The SEC has expanded the class of issuers that may use Form S-3 for primary offerings to include certain issuers that do not meet the $75 million public float requirement. As a result, we expect the newly eligible issuers will find that the rules provide access to less expensive capital. Steep liquidity discounts for private offerings will no longer be necessary because publicly registered securities may be taken off of the shelf. In addition, we expect that these issuers will incur lower transaction costs in preparing offering documents since Form S-3 permits incorporation by reference of reports filed under the Securities Exchange Act of 1934.
The new general instructions to Form S-3 allow companies with less than $75 million in public float to register primary offerings of their securities on Form S-3, provided they:
- Meet the other registrant eligibility conditions for the use of Form S-3;
- Have a class of common equity securities that is listed and registered on a national securities exchange;
- Do not sell more than the equivalent of one-third of their public float in primary offerings under Form S-3 over the previous period of 12 calendar months; and
- Are not shell companies and have not been shell companies for at least 12 calendar months before filing the registration statement.
The SEC included the requirement that the issuer have a class of common equity securities that is listed and registered on a national securities exchange because of a perception that this would minimize potential abuse from expanded shelf registration. The SEC believes the listing requirements, which include a corporate governance component, provide an additional measure of protection for investors. This requirement excludes availability of the new rules to Over-the-Counter Bulletin Board and Pink Sheet issuers. This requirement is satisfied, however, if the issuer has a class of common equity securities that is listed and registered on any of the following 10 securities exchanges registered with the SEC:
- New York Stock Exchange
- American Stock Exchange
- Boston Stock Exchange
- Chicago Board Options Exchange
- Chicago Stock Exchange
- International Securities Exchange
- National Stock Exchange (formerly the Cincinnati Stock Exchange)
- NYSE Arca (formerly the Pacific Exchange)
- Philadelphia Stock Exchange
To ascertain the amount of securities that may be sold pursuant to Form S-3 by registrants with a public float below $75 million, the new rule requires a two-step process:
- Determination of the registrant’s public float immediately prior to the intended sale; and
- Aggregation of all sales of the registrant’s securities pursuant to primary offerings under the new general instructions of Form S-3 in the previous 12 month period (including the intended sale) to determine whether the one-third cap would be exceeded.

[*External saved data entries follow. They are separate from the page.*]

import { describe, expect, it } from 'vitest'
import { skyAbArcsec2 } from '../../../lib/science/exposure/skyBrightness'
import type { MoonClass, SiteRecord } from '../../../lib/science/exposure/types'
import { findBand } from '../../../lib/science/light'
import { ridge } from '../support/instruments'

/** Walker 1987 (NOAO Newsletter 10, 16), Vega magnitudes per square arcsecond 0, 7 and 14 days from new Moon; from memory. */
const walker = {
  dark: { U: 22.0, B: 22.7, V: 21.8, R: 20.9, I: 19.9 },
  grey: { U: 19.9, B: 21.6, V: 21.4, R: 20.6, I: 19.7 },
  bright: { U: 17.0, B: 19.5, V: 20.0, R: 19.9, I: 19.2 },
} as const
type Letter = keyof typeof walker.dark
const letters = Object.keys(walker.dark) as Letter[]

/** The same site: its own dark sky, and the extinction of a good one (common practice). */
const site: SiteRecord = {
  ...ridge,
  darkSkyMagArcsec2: Object.fromEntries(letters.map((b) => [b, walker.dark[b] + findBand(b).vegaAb])),
  extinctionMagPerAirmass: { U: 0.5, B: 0.25, V: 0.14, R: 0.1, I: 0.06 },
}
const vega = (band: Letter, moon: MoonClass, airmass = 1): number =>
  skyAbArcsec2(site, findBand(band).wavelengthA, band, moon, airmass).ab - findBand(band).vegaAb

describe('published value: the sky of Walker 1987', () => {
  it.each(letters)('the dark zenith of %s is the record', (band) => {
    expect(vega(band, 'dark')).toBeCloseTo(walker.dark[band], 9)
  })

  // Measured skies are up to a magnitude brighter than his with a Moon up (Patat 2003, A&A 400, 1183, section 7).
  it.each(letters.flatMap((band) => (['grey', 'bright'] as const).map((moon) => [band, moon] as const)))(
    '%s in %s time is never 1.2 mag from his',
    (band, moon) => {
      expect(Math.abs(vega(band, moon) - walker[moon][band])).toBeLessThan(1.2)
    },
  )

  it('from B to I moonlight costs the less the redder the band, as in his table', () => {
    for (const moon of ['grey', 'bright'] as const) {
      const lost = (['B', 'V', 'R', 'I'] as const).map((band) => vega(band, 'dark') - vega(band, moon))
      expect([...lost].sort((a, b) => b - a)).toEqual(lost)
    }
  })
})

describe('analytic limit or identity', () => {
  it('the dark sky at airmass 2 is brighter by its path and dimmer by what the air takes', () => {
    // Krisciunas & Schaefer 1991, eq. 2, with the path of eq. 3: sin^2 z = (1 - 1/4)/0.96, so X = 2.
    expect(vega('V', 'dark') - vega('V', 'dark', 2)).toBeCloseTo(2.5 * Math.log10(2) - 0.14, 6)
  })
})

The new rule requires registrants to compute their public float by reference to the price at which their common equity was last sold, or the average of the bid and asked prices of their common equity, in the principal market for the common equity as of a date within 60 days prior to the date of sale. For purposes of calculating the aggregate market value of securities sold during the preceding period of 12 calendar months, the rule requires registrants to add together the gross sales price for all primary offerings made by the registrant pursuant to the new rules during the preceding period of 12 calendar months. Based on the foregoing calculations, registrants will be permitted to sell securities with a value up to, but not greater than, the difference between one-third of their public float and the value of securities sold in primary offerings on Form S-3 under the new rules in the prior period of 12 calendar months.